Could somebody please disband the miserable committees whose ‘job’ it is to select the so-called ‘Australian of the Year’? No doubt these worthy individuals (presumably paid a fat cheque each year by the ever-struggling Aussie taxpayer) have a fervent belief in their task, and indeed in their choices, but their skills leave much to be desired.
Year in, year out, the humble Aussie citizen has inflicted upon them as a national role model a swag of trendy, leftist, politically correct ‘progressives’ who presume to use this unique honour to flaunt their own political beliefs. This flies directly in the face of what the Australian of the Year – by definition – should represent: a unifying figure worthy of all Australians’ respect regardless of political preferences.
It was bad enough that, two years ago, indigenous footballer Adam Goodes marked his elevation to the role by declaring his ‘shame’ at being an Australian, before going on to use his high media profile to spruik, of all things, a miserable John Pilger film.
But this year saw a new low, with David Morrison – a former army chief famous for delivering a speech somebody else wrote – abusing this extraordinary platform to roll out his own political wheelie bins of leftist garbage without bothering with the onerous tasks of standing for pre-selection and getting elected to parliament. In keeping with the Goodes tradition, Mr Morrison pointedly used Australia Day to denigrate and castigate, rather than to inspire, his fellow citizens: ‘Imagine how much better we would be if everybody… wasn’t held back through the most questionable of criteria: their gender, their racial heritage, their sexual orientation or the god they believe in’ droned the 59 year old, serving up a take-away menu of popular leftist causes.
To which the cynic might reply, ‘Imagine how much better our Defence Forces would be if their leaders focused on the main game of being prepared to defend our shores and defeat our enemies rather than endless naval-gazing about the politically-correct issues du jour.’ Highlighting just how politically active he intends to be, Mr Morrison went on to pompously proclaim that he will agitate for an Australian republic. This was enough for a newly-bandanaless Peter FitzSimons to immediately nominate Mr Morrison as a future President, thereby exposing the entire sham of the republican push – an undemocratic vehicle for the progressive Left to pursue their fetishes uninhibited by the Australian voter. (Commendably, Malcolm Turnbull has no desire to revisit the republican issue.)

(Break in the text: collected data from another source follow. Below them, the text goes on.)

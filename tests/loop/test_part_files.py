"""Parts, compensators and sampling as loop files state them: what is read is what is used."""

from collections.abc import Callable
from pathlib import Path

import numpy as np
import pandas as pd
import pytest

import ssaudit
from ssaudit.errors import LoopError
from ssaudit.loop.files import files_of_loop, read_loop
from ssaudit.loop.part_files import KINDS

HEAD = 'sign = "negative"\nfeed = "outputs"\n[gain]\nmatrix = [[2.0]]\n'
S = 0.7 + 2.3j


@pytest.fixture
def read(tmp_path: Path) -> Callable[[str], ssaudit.Loop]:
    def read_text(text: str) -> ssaudit.Loop:
        path = tmp_path / "loop.toml"
        path.write_text(text, encoding="utf-8")
        return read_loop(path)

    return read_text


@pytest.fixture
def failure(read: Callable[[str], ssaudit.Loop], tmp_path: Path) -> Callable[[str], str]:
    def message_of(text: str) -> str:
        with pytest.raises(LoopError) as caught:
            read(text)
        message = str(caught.value)
        assert "\n" not in message
        assert message.startswith(str(tmp_path / "loop.toml"))
        return message.removeprefix(f"{tmp_path / 'loop.toml'}")

    return message_of


def part(kind: str, more: str = 'input = "u1"') -> str:
    return f'{HEAD}[[part]]\nname = "p"\n{more}\n{kind}\n'


def value(model, s=S):
    n = len(model.A)
    return (model.C @ np.linalg.solve(s * np.eye(n) - model.A, model.B) + model.D)[0, 0]


FORMULAS = {
    "lag = 0.5": lambda s: 1 / (0.5 * s + 1),
    "second_order = { natural_frequency = 9, damping_ratio = 0.7 }": (
        lambda s: 81 / (s**2 + 12.6 * s + 81)
    ),
    "notch = { natural_frequency = 5.0, damping_ratio = 0.5, depth = 0.1 }": (
        lambda s: (s**2 + 0.5 * s + 25) / (s**2 + 5 * s + 25)
    ),
    "lead_lag = { lead = 0.4, lag = 0.1 }": lambda s: (0.4 * s + 1) / (0.1 * s + 1),
    "fraction = { numerator = [1, 3], denominator = [2, 0, 5] }": (
        lambda s: (s + 3) / (2 * s**2 + 5)
    ),
    "state_space = { A = [[-1, 2], [0, -3]], B = [0, 1], C = [1, 1], D = [0.5] }": (
        lambda s: (2 + s + 1) / ((s + 1) * (s + 3)) + 0.5
    ),
    "state_space = { A = [[-1.0]], B = [[2.0]], C = [[3.0]], D = [[0.0]] }": (
        lambda s: 6 / (s + 1)
    ),
    "delay = 0.2\npade = 2": lambda s: (
        (1 - 0.1 * s + 0.04 * s**2 / 12) / (1 + 0.1 * s + 0.04 * s**2 / 12)
    ),
    "delay = 0\npade = 3": lambda s: 1.0,
}


def test_a_formula_is_checked_for_each_kind():
    assert {text.split(" ")[0] for text in FORMULAS} == set(KINDS)


@pytest.mark.parametrize("kind", FORMULAS)
def test_each_kind_is_the_fraction_that_it_states(read, kind):
    loop = read(part(kind))
    (found,) = loop.parts
    assert value(found) == pytest.approx(FORMULAS[kind](S), rel=1e-12)
    if not kind.startswith("delay = 0\n"):  # which is 1 everywhere
        assert value(found, S + 0.01) != pytest.approx(FORMULAS[kind](S), rel=1e-5)
    assert (found.name, found.input, found.signal) == ("p", "u1", "")
    assert "1 part" in loop.formula
    assert ("Padé" in loop.formula) == (found.delay > 0)


def test_order_and_places_are_kept(read):
    text = HEAD + "".join(
        f'[[part]]\nname = "{name}"\n{side} = "{place}"\nlag = {lag}\n'
        for name, side, place, lag in (
            ("b", "signal", "y1", 1.0), ("a", "input", "*", 2.0), ("c", "input", "u1", 3.0),
        )
    )  # fmt: skip
    loop = read(text)
    assert [p.name for p in loop.parts] == ["b", "a", "c"]
    assert [p.signal for p in loop.parts] == ["y1", "", ""]
    assert [p.input for p in loop.parts] == ["", "*", "u1"]
    bank = ssaudit.build_bank([[[-1.0]]], [[[1.0]]], [[[1.0]]], [[[0.0]]], revision="A")
    closed = loop.close(bank.sections[0], bank.points, bank.sections[0].read(0, 1))
    assert closed.states == ("x1", "a u1.1", "c.1", "b.1")


@pytest.mark.parametrize(
    ("text", "message"),
    [
        (part(""), ", [[part]] 1: states no kind; state one of lag, second_order"),
        (part("lag = 1\ndelay = 1\npade = 1"), ", [[part]] 1: states lag and delay"),
        (part("lagg = 1"), ", [[part]] 1: unknown key 'lagg'; did you mean lag?"),
        (part("lag = -1"), ", [[part]] 1: a lag is -1, not positive"),
        (part("lag = true"), ", [[part]] 1: lag is True, not a finite number"),
        (part("lag = inf"), ", [[part]] 1: lag is inf, not a finite number"),
        (part("lag = 1\npade = 2"), ", [[part]] 1: pade belongs to a delay"),
        (part("delay = 0.1"), ", [[part]] 1: pade is missing"),
        (part("delay = 0.1\npade = 9"), ", [[part]] 1: pade is 9; choose an order from 1 to 8"),
        (part("delay = 0.1\npade = 2.0"), ", [[part]] 1: pade is 2.0, not a whole number"),
        (part("delay = -0.1\npade = 2"), ", [[part]] 1: a delay of -0.1 s"),
        (part("lag = 1", ""), ", [[part]] 1: part 'p' needs either input or signal"),
        (part("lag = 1", 'input = "u1"\nsignal = "y1"'), "needs either input or signal"),
        (part("second_order = { natural_frequency = 1 }"), "damping_ratio is missing"),
        (part("second_order = { natural_frequency = 1, damping = 1 }"), "unknown key 'damping'"),
        (part("second_order = 3"), "second_order is 3, not a table"),
        (part("fraction = { numerator = [1, 0], denominator = [1] }"), "improper"),
        (part("fraction = { numerator = [], denominator = [1] }"), "not a list of finite numbers"),
        (part("fraction = { numerator = [1], denominator = [0.0] }"), "denominator"),
        (part("state_space = { A = [[1]], B = [1, 2], C = [1], D = [0] }"), "do not fit"),
        (part("state_space = { A = [[1], [2, 3]], B = [1], C = [1], D = [0] }"), "differ"),
        (part("state_space = { A = [[nan]], B = [1], C = [1], D = [0] }"), "no finite number"),
        (HEAD + 'part = 3', "unknown key 'part'"),
        ('part = [3]\n' + HEAD, ", [[part]] 1: is not a table"),
        (part("lag = 1") + '[[part]]\nname = "p"\nsignal = "y1"\nlag = 1\n', "two parts are named"),
        (HEAD + "[sampling]\nlate = 1\n", ", [sampling]: dt is missing"),
        (HEAD + "[sampling]\ndt = 0.0\n", ", [sampling]: the sampling time is 0 s, not positive"),
        (HEAD + "[sampling]\ndt = 0.1\nlate = -1\n", "late is -1 samples, not 0 to 100"),
        (HEAD + "[sampling]\ndt = 0.1\nlate = 101\n", "late is 101 samples"),
        (HEAD + "[sampling]\ndt = 0.1\nlate = 0.5\n", "late is 0.5, not a whole number"),
        (HEAD + "[sampling]\ntime = 0.1\n", "unknown key 'time'"),
    ],
)  # fmt: skip
def test_mistakes_in_parts_and_sampling_are_named(failure, text, message):
    assert message in failure(text)


COMPENSATOR = """sign = "negative"
feed = "outputs"
[compensator]
states = ["slow", "fast"]
inputs = ["u1"]
signals = ["y1"]
A = [[-1.0, 0.5], [0.0, -4.0]]
B = [[1.0], [2.0]]
C = [[3.0, 1.0]]
D = [[0.25]]
"""


def plant(points=1):
    A = np.tile([[0.0, 1.0], [-2.0, -0.4]], (points, 1, 1))
    B, C = np.tile([[0.0], [1.0]], (points, 1, 1)), np.tile([[1.0, 0.0]], (points, 1, 1))
    return A, B, C, np.zeros((points, 1, 1))


def closed_by(loop, bank):
    section = bank.sections[0]
    return loop.close(section, bank.points, section.read(0, len(section)))


def test_constant_compensator_is_read_as_it_stands(read):
    bank = ssaudit.build_bank(*plant(), revision="A")
    found = closed_by(read(COMPENSATOR), bank)
    assert found.states == ("x1", "x2", "slow", "fast")
    expected = [[0, 1, 0, 0], [-2.25, -0.4, -3, -1], [1, 0, -1, 0.5], [2, 0, 0, -4]]
    np.testing.assert_allclose(found.A[0], expected, rtol=1e-14)


@pytest.mark.parametrize(
    ("change", "message"),
    [
        (("D = [[0.25]]\n", ""), ", [compensator]: D is missing"),
        (('states = ["slow", "fast"]\n', ""), "states must name each state"),
        (('"slow", "fast"', '"slow", "slow"'), "states must name each state"),
        (('inputs = ["u1"]\n', ""), "inputs and signals must be named"),
        (("[[3.0, 1.0]]", "[[3.0]]"), "do not fit each other"),
        (('"slow", "fast"', '"slow"'), "A is (2, 2) and D (1, 1) for 1 states, 1 inputs"),
        (("D = [[0.25]]", "D = [[0.25]]\nE = 1"), "unknown key 'E'"),
        (("[[3.0, 1.0]]", "[[3.0, inf]]"), "no finite number"),
        (("[[3.0, 1.0]]", "3.0"), "C is 3.0, not a list"),
    ],
)
def test_mistakes_in_compensators_are_named(failure, change, message):
    assert COMPENSATOR.count(change[0]) == 1
    assert message in failure(COMPENSATOR.replace(*change))


def test_gain_beside_the_matrices_of_a_compensator_is_refused(failure):
    assert "state the same" in failure(COMPENSATOR + "[gain]\nmatrix = [[1.0]]\n")


def test_compensator_without_matrices_needs_gains(failure):
    head = 'sign = "negative"\nfeed = "outputs"\n[compensator]\nstates = ["c"]\n'
    assert "gain is missing" in failure(head)


SCHEDULED = """sign = "negative"
feed = "outputs"
[compensator]
states = ["filter"]
[gain]
table = "gains.csv"
variables = ["speed"]
outside = "hold"
"""
# u = -(D y + C xc), xc' = B y + A xc, at speeds 10 and 20.
TABLE = """speed,K:u1:y1,K:u1:filter,K:filter:y1,K:filter:filter
10,1.0,2.0,3.0,-4.0
20,2.0,6.0,1.0,-8.0
"""


def test_scheduled_compensator_is_interpolated_entry_by_entry(read, tmp_path):
    (tmp_path / "gains.csv").write_text(TABLE)
    loop = read(SCHEDULED)
    assert files_of_loop(tmp_path / "loop.toml")[1] == tmp_path / "gains.csv"
    speed = np.array([10.0, 12.5, 20.0])
    bank = ssaudit.build_bank(*plant(3), revision="A", coordinates={"speed": (speed, "m/s")})
    found = closed_by(loop, bank)
    assert found.states == ("x1", "x2", "filter")
    for p, (d, c, b, a) in enumerate([(1, 2, 3, -4), (1.25, 3, 2.5, -5), (2, 6, 1, -8)]):
        expected = [[0, 1, 0], [-2 - d, -0.4, -c], [b, 0, a]]
        np.testing.assert_allclose(found.A[p], expected, rtol=1e-14)


def test_scheduled_compensator_equals_a_constant_one_at_its_breakpoints(read, tmp_path):
    (tmp_path / "gains.csv").write_text(TABLE)
    bank = ssaudit.build_bank(*plant(), revision="A", coordinates={"speed": ([20.0], "m/s")})
    scheduled = ssaudit.audit(bank, read(SCHEDULED), ssaudit.Criteria(), depth="margins")
    constant = read(
        'sign = "negative"\nfeed = "outputs"\n[compensator]\nstates = ["filter"]\n'
        'inputs = ["u1"]\nsignals = ["y1"]\nA = [[-8]]\nB = [[1]]\nC = [[6]]\nD = [[2]]\n'
    )
    other = ssaudit.audit(bank, constant, ssaudit.Criteria(), depth="margins")
    pd.testing.assert_frame_equal(scheduled.points, other.points, check_exact=True)
    pd.testing.assert_frame_equal(scheduled.modes, other.modes, check_exact=True)
    assert "filter" in set(", ".join(scheduled.modes["top_states"]).split(", "))


@pytest.mark.parametrize(
    ("change", "message"),
    [
        (("20,2.0,6.0,1.0,-8.0\n", ""), ""),
        (("K:filter:filter", "K:filter:other"), "is missing"),
        ((",K:filter:y1,K:filter:filter", ""), "cells"),
        (("20,", "10,"), "stands twice"),
    ],
)
def test_table_that_lacks_an_entry_or_a_breakpoint(read, tmp_path, change, message):
    assert TABLE.count(change[0]) == 1
    (tmp_path / "gains.csv").write_text(TABLE.replace(*change))
    if not message:  # one breakpoint is a table of constants, held beyond
        assert read(SCHEDULED).gain is not None
        return
    with pytest.raises(LoopError, match=message):
        read(SCHEDULED)


def test_grid_of_a_scheduled_compensator_must_be_full(read, tmp_path):
    rows = ["speed,mass,K:u1:y1,K:u1:filter,K:filter:y1,K:filter:filter"]
    rows += [f"{s},{m},1,2,3,-4" for s in (10, 20) for m in (1, 2)][:3]
    (tmp_path / "gains.csv").write_text("\n".join(rows))
    with pytest.raises(LoopError, match="breakpoint at speed=20, mass=2 is missing"):
        read(SCHEDULED.replace('["speed"]', '["speed", "mass"]'))


def test_table_without_the_compensator_s_rows_does_not_fit(read, tmp_path):
    (tmp_path / "gains.csv").write_text("speed,K:u1:y1\n10,1.0\n20,2.0\n")
    bank = ssaudit.build_bank(*plant(), revision="A", coordinates={"speed": ([15.0], "m/s")})
    with pytest.raises(LoopError, match="does not name the input 'filter'"):
        ssaudit.audit(bank, read(SCHEDULED), ssaudit.Criteria())


def test_parts_count_in_the_digest_of_the_loop(read):
    texts = [HEAD, part("lag = 0.5"), part("lag = 0.50001"), part("delay = 0.2\npade = 2"),
             part("delay = 0.2\npade = 3"), part("lag = 0.5", 'signal = "y1"'),
             *(f"{HEAD}[sampling]\ndt = 0.1\nlate = {late}\n" for late in (0, 1))]  # fmt: skip
    described = [str(read(text).description) for text in texts]
    assert len(set(described)) == len(texts)
    assert described[1] == str(read(part("lag = 0.5")).description)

The poison of political correctness has clearly leeched into the Mount Ainslie water supply, with the Department of Defence tying itself in knots over ‘offensive and divisive’ views towards homosexuality and Christianity; culminating indirectly in the taxpayer coughing up twenty-five grand due to a bizarre legal spat over ‘trans-gender’ issues, including whether the army can force someone to call another person ‘he’ or ‘she’. Clearly a major priority in the defence of our realm! On top of which, we’ve also been treated to the disturbing case of Captain Mona Shindy, the proud hijab-wearing senior naval officer and Islamic ‘advisor’ who also used her taxpayer-funded position and twitter account to push her overtly pro-Islamic, anti-Abbott political views (memo to useless Australian of the Year Selection Committees – no, this does not automatically qualify Ms Shindy for next year’s AotY).
There are innumerable extremely worthy everyday Aussies who work tirelessly in the service of others, who devote their unpaid time and passion to helping the needy or simply improving the quality of life of their fellow citizens. These are the people who deserve to be honoured by being selected as Australian of the Year. Not members of the chattering Left undemocratically pushing their own political agendas.
Bill gets it right
Imagine our astonishment upon reading this week’s insightful article by respected Speccie columnist James Allan, who argues that – possibly as a first in the history of Australian politics – opposition leader Bill Shorten has finally come up with a good idea.
Or rather, Mr Shorten has for once decided to oppose a bad idea – which almost amounts to the same thing.
We refer of course to the GST, and Bill’s determination to oppose any increase in it. In this he is in good company. Peter Costello is correct to argue that before Treasurer Scott Morrison dare tinker with our taxes, he must first prove he has the economy under control by reducing government spending and returning the budget to surplus.
Cutting some taxes by raising others is not tax reform; it’s a lazy con-job.